Privacy is a human right that sustains patient-provider trust. Clinical notes capture a patient's private vulnerability and individuality, which are used for care coordination and research. Under HIPAA Safe Harbor, these notes are de-identified to protect patient privacy. However, Safe Harbor was designed for an era of categorical tabular data, focusing on the removal of explicit identifiers while ignoring the latent information found in correlations between identity and quasi-identifiers, which can be captured by modern LLMs. We first formalize these correlations using a causal graph, then validate it empirically through individual re-identification of patients from scrubbed notes.
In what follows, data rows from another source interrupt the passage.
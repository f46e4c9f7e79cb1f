//! Passlane: contact windows, close approaches and hand-off files for
//! small-satellite operators. With a subcommand it runs in command-line mode
//! (for scripts and cron); without one it opens the desktop window.

mod cli;

use std::io::Write;
use std::path::PathBuf;
use std::process::ExitCode;

const HELP: &str = "\
Passlane: plan contacts and check close approaches for a small-satellite fleet.

usage:
  passlane                       open the desktop window on the demo scenario
  passlane open FILE             open the desktop window on a scenario file
  passlane --scenario FILE       the same
  passlane [...] --frame-stats   log the window's frame times to standard error
  passlane elements FILE...      what loaded from element files (TLE, OMM KVN/XML/JSON)
  passlane ephemeris ...         states on a time grid (TEME, Earth-fixed or geodetic)
  passlane passes ...            contact windows of each spacecraft over each station
  passlane track ...             pointing table (az/el/range/Doppler) of one pass
  passlane screen ...            close approaches in a fleet or against a catalog, with Pc
  passlane cdm FILE              re-assess a CCSDS conjunction data message
  passlane plan ...              network contact plan; calendar, pointing and OEM files

Run `passlane COMMAND --help` for a command's options.
Times are ISO 8601 UTC, e.g. 2026-12-01T12:00:00Z.

Cautions: element-set screening is advisory; defer to official conjunction
messages and coordinate with the other operator. Transmitting needs a licence
and follows local rules.
";

fn main() -> ExitCode {
    let argv: Vec<String> = std::env::args().skip(1).collect();
    if let Some(window) = window_request(&argv) {
        return match window {
            Ok(options) => open_window(options),
            Err(message) => {
                eprintln!("passlane: {message}\n\n{HELP}");
                ExitCode::from(2)
            }
        };
    }
    let Some(command) = argv.first() else {
        println!("{HELP}");
        return ExitCode::SUCCESS;
    };
    let rest = &argv[1..];
    let stdout = std::io::stdout();
    let mut out = std::io::BufWriter::new(stdout.lock());
    let (usage, result) = match command.as_str() {
        "-h" | "--help" | "help" => {
            println!("{HELP}");
            return ExitCode::SUCCESS;
        }
        "elements" => (
            cli::elements_cmd::USAGE,
            run_or_help(
                rest,
                cli::elements_cmd::USAGE,
                &mut out,
                cli::elements_cmd::run,
            ),
        ),
        "ephemeris" => (
            cli::ephemeris_cmd::USAGE,
            run_or_help(
                rest,
                cli::ephemeris_cmd::USAGE,
                &mut out,
                cli::ephemeris_cmd::run,
            ),
        ),
        "passes" => (
            cli::passes_cmd::USAGE,
            run_or_help(rest, cli::passes_cmd::USAGE, &mut out, cli::passes_cmd::run),
        ),
        "track" => (
            cli::passes_cmd::TRACK_USAGE,
            run_or_help(
                rest,
                cli::passes_cmd::TRACK_USAGE,
                &mut out,
                cli::passes_cmd::run_track,
            ),
        ),
        "screen" => (
            cli::screen_cmd::USAGE,
            run_or_help(rest, cli::screen_cmd::USAGE, &mut out, cli::screen_cmd::run),
        ),
        "cdm" => (
            cli::screen_cmd::CDM_USAGE,
            run_or_help(
                rest,
                cli::screen_cmd::CDM_USAGE,
                &mut out,
                cli::screen_cmd::run_cdm,
            ),
        ),
        "plan" => (
            cli::plan_cmd::USAGE,
            run_or_help(rest, cli::plan_cmd::USAGE, &mut out, cli::plan_cmd::run),
        ),
        // Hidden: a test kills this process in the middle of saves (see
        // tests/hardening.rs); not a user command, so not in the help.
        "__write-stress" => (
            "passlane __write-stress PATH [BYTES [FIRST_ROUND]]",
            cli::write_stress::run(rest, &mut out),
        ),
        other => {
            eprintln!("passlane: unknown command {other:?}\n\n{HELP}");
            return ExitCode::from(2);
        }
    };
    let flushed = out.flush();
    match result.and(flushed.map_err(anyhow::Error::from)) {
        Ok(()) => ExitCode::SUCCESS,
        // A reader that stops early (`| head`) is not an error.
        Err(e) if is_broken_pipe(&e) => ExitCode::SUCCESS,
        Err(e) => {
            eprintln!("passlane {command}: error: {e:#}");
            eprintln!("usage: {usage}");
            ExitCode::FAILURE
        }
    }
}

/// Whether the arguments ask for the window (no subcommand, `open FILE`,
/// `--scenario FILE`, `--frame-stats`), and with which options. `None` means
/// command-line mode.
fn window_request(argv: &[String]) -> Option<Result<passlane_gui::RunOptions, String>> {
    let mut rest = argv;
    let mut options = passlane_gui::RunOptions::default();
    if rest.first().map(String::as_str) == Some("open") {
        let Some(file) = rest.get(1) else {
            return Some(Err("open: give a scenario file".into()));
        };
        options.scenario = Some(PathBuf::from(file));
        rest = &rest[2..];
    } else if rest
        .first()
        .is_some_and(|a| !a.starts_with("--") || a == "--help")
    {
        // A subcommand (or help): command-line mode.
        return None;
    }
    let mut i = 0;
    while i < rest.len() {
        match rest[i].as_str() {
            "--frame-stats" => options.frame_stats = true,
            "--scenario" if options.scenario.is_none() => match rest.get(i + 1) {
                Some(file) => {
                    options.scenario = Some(PathBuf::from(file));
                    i += 1;
                }
                None => return Some(Err("--scenario: give a scenario file".into())),
            },
            other => return Some(Err(format!("unexpected argument {other:?} for the window"))),
        }
        i += 1;
    }
    Some(Ok(options))
}

/// Opens the desktop window; without a display, says so and points at the
/// command-line mode instead of failing somewhere inside the windowing stack.
fn open_window(options: passlane_gui::RunOptions) -> ExitCode {
    const NO_WINDOW: &str =
        "Run `passlane --help` for the command-line mode, which needs no display.";
    // The window is built for X11 only (see the GUI crate's manifest); without
    // a display server address there is nothing to connect to.
    if cfg!(all(unix, not(target_os = "macos")))
        && std::env::var_os("DISPLAY").is_none_or(|d| d.is_empty())
    {
        eprintln!(
            "passlane: cannot open the window: no display (DISPLAY is not set).\n{NO_WINDOW}"
        );
        return ExitCode::FAILURE;
    }
    match passlane_gui::run(options) {
        Ok(()) => ExitCode::SUCCESS,
        Err(e) => {
            eprintln!("passlane: {e:#}\n{NO_WINDOW}");
            ExitCode::FAILURE
        }
    }
}

fn run_or_help(
    rest: &[String],
    usage: &str,
    out: &mut dyn Write,
    f: fn(&[String], &mut dyn Write) -> anyhow::Result<()>,
) -> anyhow::Result<()> {
    if rest.iter().any(|a| a == "--help" || a == "-h") {
        writeln!(out, "usage: {usage}")?;
        return Ok(());
    }
    f(rest, out)
}

fn is_broken_pipe(e: &anyhow::Error) -> bool {
    e.chain().any(|c| {
        c.downcast_ref::<std::io::Error>()
            .is_some_and(|io| io.kind() == std::io::ErrorKind::BrokenPipe)
    })
}
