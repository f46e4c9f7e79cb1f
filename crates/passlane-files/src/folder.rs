//! A folder of hand-off files, written the same way by the command line
//! (`passlane plan --out DIR`) and the desktop app (Plan → Export).
//!
//! The caller gives the files as relative paths and contents (the planner
//! builds them); every file goes through [`crate::write_atomic_with`], and
//! sub-folders are created as needed. A relative path may not leave the
//! folder (no `..`, no absolute path).

use std::path::{Component, Path, PathBuf};

/// What an export wrote.
#[derive(Debug, Clone, PartialEq)]
pub struct FolderSummary {
    pub dir: PathBuf,
    /// Files written.
    pub files: usize,
}

/// Checks that `relative` stays inside the folder and turns it into a path.
fn inside(dir: &Path, relative: &str) -> Result<PathBuf, String> {
    let rel = Path::new(relative);
    let ok = !relative.is_empty() && rel.components().all(|c| matches!(c, Component::Normal(_)));
    if !ok {
        return Err(format!(
            "refusing to write {relative:?}: a hand-off file must stay inside {}",
            dir.display()
        ));
    }
    Ok(dir.join(rel))
}

/// Writes `files` (relative path, contents) into `dir`, created if needed.
pub fn write_folder<'a>(
    dir: &Path,
    files: impl IntoIterator<Item = (&'a str, &'a [u8])>,
) -> Result<FolderSummary, String> {
    std::fs::create_dir_all(dir).map_err(|e| format!("cannot create {}: {e}", dir.display()))?;
    let mut written = 0;
    for (relative, contents) in files {
        let path = inside(dir, relative)?;
        if let Some(parent) = path.parent() {
            std::fs::create_dir_all(parent)
                .map_err(|e| format!("cannot create {}: {e}", parent.display()))?;
        }
        // Temporaries of an earlier, interrupted run would otherwise pile up.
        crate::remove_stale_temporaries(&path);
        crate::write_atomic(&path, contents)
            .map_err(|e| format!("cannot write {}: {e}", path.display()))?;
        written += 1;
    }
    Ok(FolderSummary {
        dir: dir.to_path_buf(),
        files: written,
    })
}

#[cfg(test)]
mod tests {
    use super::*;

    #[test]
    fn writes_sub_folders_and_refuses_paths_that_leave_the_folder() {
        let dir = std::env::temp_dir().join(format!("passlane-folder-test-{}", std::process::id()));
        let _ = std::fs::remove_dir_all(&dir);
        let s = write_folder(&dir, [("a.txt", &b"1"[..]), ("sub/b.txt", &b"2"[..])]).unwrap();
        assert_eq!(s.files, 2);
        assert_eq!(std::fs::read(dir.join("sub/b.txt")).unwrap(), b"2");
        for bad in ["../x", "/etc/x", "", "sub/../../x"] {
            assert!(write_folder(&dir, [(bad, &b"!"[..])]).is_err(), "{bad}");
        }
        std::fs::remove_dir_all(&dir).unwrap();
    }
}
The paradox of de-identification is further shown through a diagnosis ablation: even when all other information is removed, the model can predict the patient's neighborhood based on diagnosis alone. This position paper raises the question of how we can act as a community to uphold patient-provider trust when de-identification is inherently imperfect. We aim to raise awareness and discuss actionable recommendations.

翻译：隐私权是维系医患信任的基本人权。临床记录承载着患者的隐私脆弱性与个体独特性，这些记录被用于医疗协调与科学研究。根据HIPAA安全港准则，这些记录需经过去识别化处理以保护患者隐私。然而，安全港准则设计于分类表格数据时代，其关注点在于移除显式标识符，却忽视了身份标识与准标识符之间关联所蕴含的潜在信息——这些信息能够被现代大语言模型所捕捉。我们首先通过因果图形式化表征这些关联，继而通过对脱敏记录进行个体重识别的实证研究加以验证。诊断消融实验进一步揭示了去识别化的悖论：即使移除所有其他信息，模型仅凭诊断记录即可预测患者所在社区。本立场文件提出核心议题：当去识别化技术存在固有缺陷时，学术共同体应如何协同行动以维护医患信任。我们旨在提升学界认知并探讨可实施的改进方案。